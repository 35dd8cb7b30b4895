import { data, Form, Link } from "react-router";
import { z } from "zod";
import { unsubscribeFromDigest } from "~/.server/mail/preferences";
import { ErrorPanel } from "~/components/error-panel";
import { primaryButton, PublicCard } from "~/components/mail/public-card";
import type { Route } from "./+types/unsubscribe";

export const meta: Route.MetaFunction = () => [{ title: "Weekly digest · Patina" }];

const tokenParams = z.object({ token: z.string().regex(/^[A-Za-z0-9_-]{16,64}$/, { error: "not an unsubscribe link" }) });

export async function loader({ params }: Route.LoaderArgs) {
  return { valid: tokenParams.safeParse(params).success };
}

/**
 * The digest is turned off by a button press, not by opening the link, so a
 * mail scanner that follows links cannot unsubscribe anybody.
 */
export async function action({ params }: Route.ActionArgs) {
  const parsed = tokenParams.safeParse(params);
  const result = parsed.success ? await unsubscribeFromDigest(parsed.data.token) : { ok: false as const };
  if (!result.ok) return data({ done: false as const, email: null }, { status: 404 });
  return { done: true as const, email: result.email, companyName: result.companyName };
}

export default function Unsubscribe({ loaderData, actionData }: Route.ComponentProps) {
  if (actionData?.done) {
    return (
      <PublicCard title="Weekly digest turned off">
        <p>
          {actionData.email} will no longer get the weekly digest from {actionData.companyName}. Alerts about metal in pools still
          arrive.
        </p>
      </PublicCard>
    );
  }
  if (!loaderData.valid || actionData?.done === false) {
    return (
      <PublicCard title="Weekly digest">
        <p>This unsubscribe link is not valid. Use the link from your most recent digest.</p>
        <Link to="/sign-in" className="font-medium text-verdigris-700 underline">
          Go to sign-in
        </Link>
      </PublicCard>
    );
  }
  return (
    <PublicCard title="Stop the weekly digest?">
      <p>You will no longer get the Monday summary of open metal cases, recurring pools and treatment results.</p>
      <Form method="post">
        <button type="submit" className={primaryButton}>
          Stop the weekly digest
        </button>
      </Form>
    </PublicCard>
  );
}

export function ErrorBoundary({ error }: Route.ErrorBoundaryProps) {
  return (
    <main className="mx-auto max-w-xl p-6">
      <ErrorPanel error={error} />
    </main>
  );
}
§
**Exercise objective**.
Retype the whole listing above, line for line and exactly.

**Exercise solution**.
repository 35dd8cb7b30b4895
import { data, Form, Link } from "react-router";
import { z } from "zod";
import { unsubscribeFromDigest } from "~/.server/mail/preferences";
import { ErrorPanel } from "~/components/error-panel";
import { primaryButton, PublicCard } from "~/components/mail/public-card";
import type { Route } from "./+types/unsubscribe";

export const meta: Route.MetaFunction = () => [{ title: "Weekly digest · Patina" }];

const tokenParams = z.object({ token: z.string().regex(/^[A-Za-z0-9_-]{16,64}$/, { error: "not an unsubscribe link" }) });

export async function loader({ params }: Route.LoaderArgs) {
  return { valid: tokenParams.safeParse(params).success };
}

/**
 * The digest is turned off by a button press, not by opening the link, so a
 * mail scanner that follows links cannot unsubscribe anybody.
 */
export async function action({ params }: Route.ActionArgs) {
  const parsed = tokenParams.safeParse(params);
  const result = parsed.success ? await unsubscribeFromDigest(parsed.data.token) : { ok: false as const };
  if (!result.ok) return data({ done: false as const, email: null }, { status: 404 });
  return { done: true as const, email: result.email, companyName: result.companyName };
}

export default function Unsubscribe({ loaderData, actionData }: Route.ComponentProps) {
  if (actionData?.done) {
    return (
      <PublicCard title="Weekly digest turned off">
        <p>
          {actionData.email} will no longer get the weekly digest from {actionData.companyName}. Alerts about metal in pools still
          arrive.
        </p>
      </PublicCard>
    );
  }
  if (!loaderData.valid || actionData?.done === false) {
    return (
      <PublicCard title="Weekly digest">
        <p>This unsubscribe link is not valid. Use the link from your most recent digest.</p>
        <Link to="/sign-in" className="font-medium text-verdigris-700 underline">
          Go to sign-in
        </Link>
      </PublicCard>
    );
  }
  return (
    <PublicCard title="Stop the weekly digest?">
      <p>You will no longer get the Monday summary of open metal cases, recurring pools and treatment results.</p>
      <Form method="post">
        <button type="submit" className={primaryButton}>
          Stop the weekly digest
        </button>
      </Form>
    </PublicCard>
  );
}

export function ErrorBoundary({ error }: Route.ErrorBoundaryProps) {
  return (
    <main className="mx-auto max-w-xl p-6">
      <ErrorPanel error={error} />
    </main>
  );
}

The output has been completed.